## DESCRIPTION OF THE TASK:
Begin at the line below that has "for members in" and stop after the line that has "def library_structures(lookup: KnownLookup)". Please restate only those lines, word for word.

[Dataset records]
────

def open_library(path: str | os.PathLike, *, cache_dir: str | os.PathLike | None = None, workers: int | None = None) -> LibraryInfo:
    """The index of a library, building it when needed.

    ``path`` is either an index (``.sqlite``/``.db``) or a library file; a library file is
    indexed into ``cache_dir`` (default :func:`default_cache_dir`) under a name made from
    its absolute path, and that index is reused while the file keeps its size and time.
    """
    p = Path(path)
    if p.suffix.lower() in (".sqlite", ".db"):
        meta = _meta(p)
        if meta.get("schema") != SCHEMA_VERSION:
            raise InputFileError(p, "not a known-compound index made by this version of nmrcheck; index the library file again")
        return LibraryInfo(str(p), meta.get("source", "").split("|")[0], int(meta["entries"]), int(meta.get("skipped", 0)), (), 0.0)
    if not p.is_file():
        raise InputFileError(p, "no such library file")
    folder = Path(cache_dir) if cache_dir is not None else default_cache_dir()
    digest = hashlib.sha256(str(p.resolve()).encode()).hexdigest()[:12]
    db = folder / f"{p.stem}-{digest}.sqlite"
    meta = _meta(db) if db.exists() else {}
    if meta.get("schema") == SCHEMA_VERSION and meta.get("source") == _signature(p):
        return LibraryInfo(str(db), str(p), int(meta["entries"]), int(meta.get("skipped", 0)), (), 0.0)
    return index_library(p, db, workers=workers)


# ----------------------------------------------------------------------------- look-up


class KnownCompoundLibrary:
    """Read-only look-ups in an indexed library.

    Parameters
    ----------
    database
        SQLite index made by :func:`index_library` (or :func:`open_library`).
    """

    def __init__(self, database: str | os.PathLike) -> None:
        self.database = Path(database)
        if _meta(self.database).get("schema") != SCHEMA_VERSION:
            raise InputFileError(self.database, "not a known-compound index made by this version of nmrcheck")
        self._con = sqlite3.connect(f"file:{self.database}?mode=ro", uri=True, check_same_thread=False)

    def close(self) -> None:
        self._con.close()

    def __enter__(self) -> KnownCompoundLibrary:
        return self

    def __exit__(self, *exc) -> None:
        self.close()

    def __len__(self) -> int:
        return int(self._con.execute("SELECT COUNT(*) FROM compounds").fetchone()[0])

    def lookup(
        self,
        features: Sequence[tuple[float, str]],
        *,
        ppm: float = DEFAULT_TOLERANCE_PPM,
        genus: str | None = None,
        family: str | None = None,
        max_matches: int = 50,
    ) -> KnownLookup:
        """Known compounds whose mass fits every ion of one MS feature within ``ppm``.

        Parameters
        ----------
        features : sequence of (float, str)
            Observed m/z and ion species (``[(337.1302, '[M+H]+')]``); ``[M]+`` for a
            permanently charged molecule.
        ppm : float
            Mass tolerance per ion.
        genus, family : str, optional
            The organism's taxa, for the ranking (case is ignored).
        max_matches : int
            Compounds returned at most (after merging by InChIKey block).
        """
        if not isinstance(ppm, (int, float)) or not 0 < ppm <= 100:
            raise ParameterError(f"ppm: mass tolerance must be in (0, 100], got {ppm!r}")
        parsed: list[tuple[float, IonSpecies]] = []
        for mz, ion in features:
            species = ion if isinstance(ion, IonSpecies) else parse_ion(ion)
            parsed.append((float(mz), species))
        if not parsed:
            raise ParameterError("features: no m/z given")
        charges = {s.charge if s.intrinsic else 0 for _, s in parsed}
        if len(charges) > 1:
            raise ParameterError("features: a permanently charged molecule ([M]+) cannot be combined with other ions")
        charge = charges.pop()
        low, high = -math.inf, math.inf
        for mz, s in parsed:
            tol = ppm * 1e-6 * mz
            z, n = abs(s.charge), s.molecules
            low = max(low, ((mz - tol) * z - s.mass_shift) / n)
            high = min(high, ((mz + tol) * z - s.mass_shift) / n)
        ions = tuple(s.notation for _, s in parsed)
        if low > high:
            return KnownLookup((low, high), ions, float(ppm), ())
        centre = (low + high) / 2
        rows = self._con.execute(
            "SELECT name, smiles, formula, charge, mass, key14, genus, family FROM compounds "
            "WHERE charge = ? AND mass BETWEEN ? AND ? ORDER BY id",
            (charge, low, high),
        ).fetchall()
        genus_l = genus.strip().lower() if genus else None
        family_l = family.strip().lower() if family else None
        groups: dict[str, list[tuple]] = {}
        for row in rows:
            groups.setdefault(row[5] or f"smiles:{row[1]}", []).append(row)
        matches = []
        for members in groups.values():
            name, smiles, formula, chg, mass, key, _, _ = members[0]
            genera = tuple(sorted({m[6] for m in members if m[6]}))
            families = tuple(sorted({m[7] for m in members if m[7]}))
            if genus_l and genus_l in genera:
                taxon = "genus"
            elif family_l and family_l in families:
                taxon = "family"
            else:
                taxon = "other"
            synonyms = tuple(dict.fromkeys(m[0] for m in members[1:] if m[0] != name))
            matches.append(
                KnownCompound(
                    name=name, smiles=smiles, formula=formula, charge=chg, monoisotopic_mass=mass, inchikey_block=key,
                    error_ppm=(centre - mass) / mass * 1e6, taxon_match=taxon, genera=genera, families=families,
                    synonyms=synonyms,
                )
            )
        matches.sort(key=lambda m: (TAXON_RANKS.index(m.taxon_match), abs(m.error_ppm), m.name))
        return KnownLookup((low, high), ions, float(ppm), tuple(matches[:max_matches]))


@lru_cache(maxsize=4)
def library_at(database: str) -> KnownCompoundLibrary:
    """One open library per index file and process (plate workers look up many wells)."""
    return KnownCompoundLibrary(database)


def library_structures(lookup: KnownLookup) -> tuple[tuple[str, str], ...]:
    """The matches as (label, SMILES) candidate structures for the validator, best first.

    The label names the compound and where it is known from, e.g.
    ``'noctulide A (known; genus Calyxia)'``.
    """
    out = []
    for m in lookup.matches:
        where = {"genus": "genus", "family": "family", "other": "other taxa"}[m.taxon_match]
        taxa = {"genus": ", ".join(m.genera), "family": ", ".join(m.families), "other": ", ".join(m.genera)}[m.taxon_match]
        label = f"{m.name} (known; {where}{' ' + taxa if taxa else ''})"
        out.append((label, m.smiles))
    return tuple(out)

────

## THE COMPLETED TASK:
        for members in groups.values():
            name, smiles, formula, chg, mass, key, _, _ = members[0]
            genera = tuple(sorted({m[6] for m in members if m[6]}))
            families = tuple(sorted({m[7] for m in members if m[7]}))
            if genus_l and genus_l in genera:
                taxon = "genus"
            elif family_l and family_l in families:
                taxon = "family"
            else:
                taxon = "other"
            synonyms = tuple(dict.fromkeys(m[0] for m in members[1:] if m[0] != name))
            matches.append(
                KnownCompound(
                    name=name, smiles=smiles, formula=formula, charge=chg, monoisotopic_mass=mass, inchikey_block=key,
                    error_ppm=(centre - mass) / mass * 1e6, taxon_match=taxon, genera=genera, families=families,
                    synonyms=synonyms,
                )
            )
        matches.sort(key=lambda m: (TAXON_RANKS.index(m.taxon_match), abs(m.error_ppm), m.name))
        return KnownLookup((low, high), ions, float(ppm), tuple(matches[:max_matches]))


@lru_cache(maxsize=4)
def library_at(database: str) -> KnownCompoundLibrary:
    """One open library per index file and process (plate workers look up many wells)."""
    return KnownCompoundLibrary(database)


def library_structures(lookup: KnownLookup) -> tuple[tuple[str, str], ...]:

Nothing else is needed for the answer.